> About this exercise: Transcribe exactly the lines that begin the material and continue through the line containing "use spinfall_workflow::export::shape_info;". Leave out whatever follows.

━━━

//! `spinfall.Shape`: a validated shape model, opened by the workflow's loader exactly as the
//! command line opens it (same formats, units, repairs and recentring).

use std::path::PathBuf;
use std::sync::Arc;

use numpy::{PyArray1, PyArray2};
use pyo3::prelude::*;
use pyo3::types::PyDict;
use spinfall_gravity::LengthUnit;
use spinfall_workflow::export::shape_info;
use spinfall_workflow::shape::{OpenedShape, ShapeRequest, ShapeSource, open_shape};

use crate::arrays;
use crate::convert::to_py_value;
use crate::errors::{IntoPyResult, invalid};

/// A closed, outward-oriented shape model in metres, with its mass properties.
///
/// Open one with `Shape.load(path, unit="km", recenter=False)` (OBJ, PLY or STL, ASCII or
/// binary; the format is chosen by the extension and confirmed by the content),
/// `Shape.from_bytes(data, name, ...)`, or `Shape.builtin()` for the demo body. Loading
/// repairs what the command line repairs (the repairs are in `warnings` and raised as
/// `SpinfallWarning`s) and refuses what it refuses, with the same message.
///
/// Mass properties are per unit density where they scale with it (`inertia_per_density_m5`);
/// `mass_kg(density)` and `inertia_kg_m2(density)` scale them.
#[pyclass(name = "Shape", module = "spinfall", frozen)]
pub struct PyShape {
    /// The model as the workflow opened it.
    pub opened: OpenedShape,
}

/// The length unit named `unit` ("km" or "m").
pub fn parse_unit(unit: &str) -> PyResult<LengthUnit> {
    unit.parse::<LengthUnit>().map_err(invalid)
}

impl PyShape {
    /// Opens `request` with the GIL released, raising the repairs as warnings.
    pub fn open(py: Python<'_>, request: ShapeRequest) -> PyResult<PyShape> {
        let opened = py.detach(|| open_shape(&request)).py()?;
        for w in &opened.warnings {
            crate::warn(
                py,
                &format!("shape model {}: {w}", request.source.describe()),
            )?;
        }
        Ok(PyShape { opened })
    }

    /// The validated model.
    pub fn model(&self) -> &Arc<spinfall_gravity::ShapeModel> {
        &self.opened.shape
    }

    fn density(density_kg_m3: f64) -> PyResult<f64> {
        if density_kg_m3.is_finite() && density_kg_m3 > 0.0 {
            Ok(density_kg_m3)
        } else {
            Err(invalid(format!(
                "density_kg_m3 must be a positive number of kg/m^3, got {density_kg_m3}"
            )))
        }
    }
}

#[pymethods]
impl PyShape {
    /// Opens a shape-model file (OBJ, PLY or STL) whose coordinates are in `unit` ("km" or
    /// "m"); with `recenter=True` the model is moved so its centre of mass is the origin (the
    /// command line's `--recenter`).
    ///
    /// Raises `SpinfallOSError` when the file cannot be read and `SpinfallError` when the
    /// model is refused (the message names the line, face or edge).
    #[staticmethod]
    #[pyo3(signature = (path, unit = "km", recenter = false))]
    fn load(py: Python<'_>, path: PathBuf, unit: &str, recenter: bool) -> PyResult<PyShape> {
        let request = ShapeRequest {
            source: ShapeSource::File(path),
            unit: parse_unit(unit)?,
            recenter,
        };
        PyShape::open(py, request)
    }

    /// Opens a shape model from the bytes of a file; `name` (e.g. "rock.ply") names it in
    /// messages and its extension chooses the format.
    #[staticmethod]
    #[pyo3(signature = (data, name, unit = "km", recenter = false))]
    fn from_bytes(
        py: Python<'_>,
        data: Vec<u8>,
        name: String,
        unit: &str,
        recenter: bool,
    ) -> PyResult<PyShape> {
        let request = ShapeRequest {
            source: ShapeSource::Bytes {
                name,
                bytes: Arc::new(data),
            },
            unit: parse_unit(unit)?,
            recenter,
        };
        PyShape::open(py, request)
    }

    /// The built-in demo body (`builtin:quillon`, an invented bilobed body of 5,120 faces,
    /// stored in km).
    #[staticmethod]
    #[pyo3(signature = (recenter = false))]
    fn builtin(py: Python<'_>, recenter: bool) -> PyResult<PyShape> {
        let request = ShapeRequest {
            source: ShapeSource::Builtin,
            unit: LengthUnit::Kilometre,
            recenter,
        };
        PyShape::open(py, request)
    }

    /// The body's default name: the file stem, or the demo body's name.
    #[getter]
    fn name(&self) -> String {
        self.opened.name()
    }

    /// Where the model came from: the path, the name given to `from_bytes`, or
    /// "builtin:quillon".
    #[getter]
    fn source(&self) -> String {
        self.opened.request.source.describe()
    }

    /// The unit the coordinates were read in ("km" or "m").
    #[getter]
    fn unit(&self) -> String {
        self.opened.unit().to_string()
    }

    /// Whether the model was recentred on its centre of mass.
    #[getter]
    fn recentered(&self) -> bool {
        self.opened.request.recenter
    }

    /// How far the model was moved to put its centre of mass at the origin, m, shape (3,)
    /// (zeros when not recentred).
    #[getter]
    fn recentred_by_m<'py>(&self, py: Python<'py>) -> Bound<'py, PyArray1<f64>> {
        arrays::vec3(py, self.opened.recentred_by_m)
    }

    /// What validation repaired (also raised as warnings when the model was opened).
    #[getter]
    fn warnings(&self) -> Vec<String> {
        self.opened
            .warnings
            .iter()
            .map(ToString::to_string)
            .collect()
    }

    /// Number of triangular faces.
    #[getter]
    fn face_count(&self) -> usize {
        self.model().face_count()
    }

    /// Number of vertices.
    #[getter]
    fn vertex_count(&self) -> usize {
        self.model().vertex_count()
    }

    /// Enclosed volume, m^3.
    #[getter]
    fn volume_m3(&self) -> f64 {
        self.model().mass_properties().volume_m3
    }

    /// Surface area, m^2.
    #[getter]
    fn area_m2(&self) -> f64 {
        self.model().mass_properties().area_m2
    }

    /// Centre of mass of the solid (its centroid at constant density), m, shape (3,).
    #[getter]
    fn centroid_m<'py>(&self, py: Python<'py>) -> Bound<'py, PyArray1<f64>> {
        let c = self.model().mass_properties().center_of_mass_m;
        arrays::vec3(py, [c.x, c.y, c.z])
    }

    /// Inertia tensor about the centre of mass per unit density, m^5, shape (3, 3).
    #[getter]
    fn inertia_per_density_m5<'py>(&self, py: Python<'py>) -> Bound<'py, PyArray2<f64>> {
        arrays::matrix3(py, &self.model().mass_properties().inertia_per_density_m5)
    }

    /// Principal moments per unit density, m^5, ascending, shape (3,).
    #[getter]
    fn principal_moments_per_density_m5<'py>(&self, py: Python<'py>) -> Bound<'py, PyArray1<f64>> {
        let m = self
            .model()
            .mass_properties()
            .principal_moments_per_density_m5;
        arrays::vec3(py, arrays::xyz(&m))
    }

    /// Principal axes, one unit axis per row (row i goes with principal moment i), shape
    /// (3, 3), as `spinfall info` writes them.
    #[getter]
    fn principal_axes<'py>(&self, py: Python<'py>) -> Bound<'py, PyArray2<f64>> {
        arrays::matrix3(
            py,
            &self.model().mass_properties().principal_axes.transpose(),
        )
    }

    /// Radius of the sphere of equal volume, m.
    #[getter]
    fn equivalent_radius_m(&self) -> f64 {
        self.model().mass_properties().equivalent_radius_m
    }

    /// Radius of the smallest sphere about the centre of mass enclosing every vertex, m.
    #[getter]
    fn brillouin_radius_m(&self) -> f64 {
        self.model().mass_properties().brillouin_radius_m
    }

    /// Axis-aligned bounds of the vertices, m, shape (2, 3): the minimum corner, then the
    /// maximum corner.
    #[getter]
    fn bounds_m<'py>(&self, py: Python<'py>) -> Bound<'py, PyArray2<f64>> {
        let mut lo = [f64::INFINITY; 3];
        let mut hi = [f64::NEG_INFINITY; 3];
        for v in &self.model().mesh().vertices_m {
            for i in 0..3 {
                lo[i] = lo[i].min(v[i]);
                hi[i] = hi[i].max(v[i]);
            }
        }
        arrays::rows3(py, [lo, hi].into_iter())
    }

    /// Vertex positions in the body frame, m, shape (vertex_count, 3) (a copy).
    #[getter]
    fn vertices_m<'py>(&self, py: Python<'py>) -> Bound<'py, PyArray2<f64>> {
        let mesh = self.model().mesh();
        arrays::rows3(py, mesh.vertices_m.iter().map(|v| [v.x, v.y, v.z]))
    }

    /// Faces as vertex indices, counter-clockwise seen from outside, shape (face_count, 3),
    /// int64 (a copy).
    #[getter]
    fn faces<'py>(&self, py: Python<'py>) -> PyResult<Bound<'py, PyArray2<i64>>> {
        let mesh = self.model().mesh();
        let flat: Vec<i64> = mesh.faces.iter().flat_map(|f| f.map(i64::from)).collect();
        numpy::ndarray::Array2::from_shape_vec((mesh.faces.len(), 3), flat)
            .map(|a| numpy::IntoPyArray::into_pyarray(a, py))
            .map_err(|e| invalid(format!("internal error: faces array: {e}")))
    }

    /// Mass at `density_kg_m3`, kg.
    fn mass_kg(&self, density_kg_m3: f64) -> PyResult<f64> {
        Ok(PyShape::density(density_kg_m3)? * self.volume_m3())
    }

    /// Inertia tensor about the centre of mass at `density_kg_m3`, kg m^2, shape (3, 3).
    fn inertia_kg_m2<'py>(
        &self,
        py: Python<'py>,
        density_kg_m3: f64,
    ) -> PyResult<Bound<'py, PyArray2<f64>>> {
        let d = PyShape::density(density_kg_m3)?;
        let m = self.model().mass_properties().inertia_per_density_m5 * d;
        Ok(arrays::matrix3(py, &m))
    }

    /// Everything `spinfall info` reports, as a dict with the same keys and values (mass and
    /// inertia too when `density_kg_m3` is given).
    #[pyo3(signature = (density_kg_m3 = None))]
    fn info<'py>(
        &self,
        py: Python<'py>,
        density_kg_m3: Option<f64>,
    ) -> PyResult<Bound<'py, PyDict>> {
        let info = shape_info(&self.opened, density_kg_m3).py()?;
        Ok(to_py_value(py, &info)?.cast_into::<PyDict>()?)
    }

    fn __repr__(&self) -> String {
        format!(
            "Shape({:?}, unit={:?}, faces={}, volume_m3={:e})",
            self.source(),
            self.unit(),
            self.face_count(),
            self.volume_m3()
        )
    }
}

━━━

> Exercise result:
//! `spinfall.Shape`: a validated shape model, opened by the workflow's loader exactly as the
//! command line opens it (same formats, units, repairs and recentring).

use std::path::PathBuf;
use std::sync::Arc;

use numpy::{PyArray1, PyArray2};
use pyo3::prelude::*;
use pyo3::types::PyDict;
use spinfall_gravity::LengthUnit;
use spinfall_workflow::export::shape_info;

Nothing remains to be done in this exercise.